How long have you been on TRT? Are you planning on having kids anytime soon? Have you had a semen analysis to see your current fertility status?


----------



## CJ (Aug 24, 2020)

When I was on TRT, my HCG protocol was 500 iu's twice per week.

Here's some reading for you, if you want... 
https://www.ncbi.nlm.nih.gov/pmc/articles/PMC6087849/


----------



## DF (Aug 24, 2020)

I hear FD will do a free semen analysis.  Sorry, had to


----------



## lfod14 (Aug 24, 2020)

A doctor that would have you on TRT, and not discuss something that keeps your balls functioning is a terrible doctor and needs to be replaced. I think it's 250 2x/wk I take. Not worth dealing with mainstream doc's when it comes to TRT, they beyond suck with it.


----------



## Rahn (Aug 24, 2020)

MrRippedZilla said:


> How long have you been on TRT? Are you planning on having kids anytime soon? Have you had a semen analysis to see your current fertility status?
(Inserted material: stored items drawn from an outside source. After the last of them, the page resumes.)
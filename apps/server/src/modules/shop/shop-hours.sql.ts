/*
 * SQL fragments for statements that read the shop's hours together with other facts in one round
 * trip (the station's scan, the wall board). Each is a scalar sub-select for a select list.
 */

/** The weekly hours as a JSON array of `{weekday, opensAt, closesAt}`, times as 'HH:MM'. */
export const WEEKLY_HOURS_JSON = `(
    select coalesce(json_agg(json_build_object(
      'weekday', h.weekday, 'opensAt', to_char(h.opens_at, 'HH24:MI'), 'closesAt', to_char(h.closes_at, 'HH24:MI'))), '[]')
    from shop_hours h
  )`;

/**
 * The closures touching the days from yesterday to `daysAhead` days after the database's date, as a
 * JSON array of `{startsOn, endsOn, reason}`: a day either side of what the caller looks at, since
 * the shop's date may be a day off the database's.
 */
export function closuresJson(daysAhead: number): string {
  if (!Number.isInteger(daysAhead) || daysAhead < 0) throw new Error(`closuresJson needs a whole number of days, not ${daysAhead}`);
  return `(
    select coalesce(json_agg(json_build_object('startsOn', c.starts_on, 'endsOn', c.ends_on, 'reason', c.reason)), '[]')
    from shop_closures c
    where c.ends_on >= current_date - 1 and c.starts_on <= current_date + ${daysAhead}
  )`;
}
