import type { ShopPolicies } from '@chuckkey/core';
import type { Db } from '../../lib/db';

/** Pass a transaction as `db` to make several calls one change. */
export function shopPoliciesRepository(db: Db) {
  return {
    async get(): Promise<ShopPolicies> {
      const row = await db('shop').first({ overdueCheckoutBlockDays: 'overdue_checkout_block_days' }).where({ id: 1 });
      if (!row) throw new Error('the shop row is missing: run the database set-up');
      return row;
    },

    /** Reads the policies with the shop row locked, so two changes log their before and after in turn. */
    async getForUpdate(): Promise<ShopPolicies> {
      const row = await db('shop').first({ overdueCheckoutBlockDays: 'overdue_checkout_block_days' }).where({ id: 1 }).forUpdate();
      if (!row) throw new Error('the shop row is missing: run the database set-up');
      return row;
    },

    async replace(policies: ShopPolicies): Promise<void> {
      await db('shop').where({ id: 1 }).update({ overdue_checkout_block_days: policies.overdueCheckoutBlockDays });
    },
  };
}
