import { Router } from 'express';
import type { Deps } from '../../lib/deps';
import { requirePermission } from '../../middleware/auth';
import { shopRepository } from './shop.repository';

/** The shop's public facts, and its machines for signed-in people. */
export function shopRoutes({ db }: Deps): Router {
  const shop = shopRepository(db);
  const router = Router();

  router.get('/shop', async (_req, res) => {
    res.json(await shop.get());
  });

  router.get('/machines', requirePermission('read:machine:any'), async (_req, res) => {
    res.json({ items: await shop.listMachines() });
  });

  return router;
}
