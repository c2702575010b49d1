import { Router } from 'express';
import { closureInputSchema, idParamsSchema, shopPoliciesSchema, weeklyHoursInputSchema } from '@chuckkey/core';
import type { Deps } from '../../lib/deps';
import { parse } from '../../lib/validate';
import { currentUser, requirePermission, requireUser } from '../../middleware/auth';
import { shopPoliciesService } from './shop-policies.service';
import { shopRepository } from './shop.repository';
import { shopHoursService } from './shop.service';

/** The shop's public facts (name, town, time zone), its opening hours and closures, and its policies. */
export function shopRoutes(deps: Deps): Router {
  const shop = shopRepository(deps.db);
  const hours = shopHoursService(deps);
  const policies = shopPoliciesService(deps);
  const router = Router();

  router.get('/shop', async (_req, res) => {
    res.json(await shop.get());
  });

  router.get('/shop/hours', requireUser, async (_req, res) => {
    res.json(await hours.hours(new Date()));
  });

  router.put('/shop/hours', requirePermission('manage:shop:any'), async (req, res) => {
    const input = parse(weeklyHoursInputSchema, req.body, 'body');
    res.json(await hours.replaceWeekly(currentUser(req), input, new Date()));
  });

  router.post('/shop/closures', requirePermission('manage:shop:any'), async (req, res) => {
    const input = parse(closureInputSchema, req.body, 'body');
    res.status(201).json(await hours.addClosure(currentUser(req), input, new Date()));
  });

  router.delete('/shop/closures/:id', requirePermission('manage:shop:any'), async (req, res) => {
    const { id } = parse(idParamsSchema, req.params, 'params');
    await hours.removeClosure(currentUser(req), id);
    res.status(204).end();
  });

  // Policies change who may start a machine, so only admins read them as well as change them.
  router.get('/shop/policies', requirePermission('manage:shop:any'), async (_req, res) => {
    res.json(await policies.get());
  });

  router.put('/shop/policies', requirePermission('manage:shop:any'), async (req, res) => {
    const input = parse(shopPoliciesSchema, req.body, 'body');
    res.json(await policies.replace(currentUser(req), input));
  });

  return router;
}
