import type { Shop } from '@chuckkey/core';
import type { Db } from '../../lib/db';

export function shopRepository(db: Db) {
  return {
    async get(): Promise<Shop> {
      const row = await db('shop').first({ name: 'name', town: 'town', timeZone: 'time_zone' }).where({ id: 1 });
      // A database without its shop row has not been set up: a bug in set-up, not user input.
      if (!row) throw new Error('the shop row is missing: run the database set-up');
      return row;
    },
  };
}
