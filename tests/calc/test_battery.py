"""fleet.calc.battery against Linden's Handbook figures and the depletion arithmetic (ref. 5)."""

from __future__ import annotations

import datetime as dt
import math
from collections.abc import Callable

import pytest
from hypothesis import given, settings
from hypothesis import strategies as st
from scipy import constants

from fleet.calc import battery

SETTINGS = settings(max_examples=100, deadline=None)


# --- chemistry table --------------------------------------------------------------------------
@pytest.mark.parametrize(
    ("key", "letter", "nominal", "cutoff"),
    [
        ("alkaline_zn_mno2", "L", 1.5, 0.9),  # IEC 60086-1 letter (confirmed); 0.9 V from memory
        ("li_socl2_bobbin", "E", 3.6, 3.0),  # IEC 60086-1 letter (confirmed); Linden ch. 14
        ("li_mno2", "C", 3.0, 2.0),  # IEC 60086-1 letter; 2.0 V end, Linden Figs. 14.50-14.52
    ],
)
def test_it_holds_the_chemistry_voltages(
    key: str, letter: str, nominal: float, cutoff: float
) -> None:
    chem = battery.chemistry(key)
    assert (chem.iec_letter, chem.nominal_v_per_cell, chem.cutoff_v_per_cell) == (
        letter,
        nominal,
        cutoff,
    )


@pytest.mark.parametrize(
    ("key", "lo", "hi"),
    [
        ("alkaline_zn_mno2", 0.02, 0.04),  # 2-4 %/yr at 20 degC, from memory (Linden ch. 11)
        ("li_socl2_bobbin", 0.005, 0.015),  # ~1 %/yr, from memory (Linden ch. 14)
        ("li_mno2", 0.01, 0.02),  # 1-2 %/yr, from memory (Linden ch. 14)
    ],
)
def test_self_discharge_is_in_the_handbook_band(key: str, lo: float, hi: float) -> None:
    assert lo <= battery.chemistry(key).self_discharge_per_year <= hi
A year and a half. Gonna try for a fourth. Yes. Count is low and balls are small.


----------



## Rahn (Aug 24, 2020)

lfod14 said:


> A doctor that would have you on TRT, and not discuss something that keeps your balls functioning is a terrible doctor and needs to be replaced. I think it's 250 2x/wk I take. Not worth dealing with mainstream doc's when it comes to TRT, they beyond suck with it.



I agree and I'm trying to find an Endocrinologist who works with men. Slim pickings around here. I currently see a urologist.


----------



## MrRippedZilla (Aug 24, 2020)

Rahn said:


> A year and a half. Gonna try for a fourth. Yes. Count is low and balls are small.


In that case you may have to consider coming off TRT altogether and going for hCG at 3,000iu EOD, with the option to add clomid at 25mg ED, and conduct another semen analysis every 2 months to check progress. If the hCG alone doesn't do the job, then I'd recommend adding HMG into the mix at 75iu EOD.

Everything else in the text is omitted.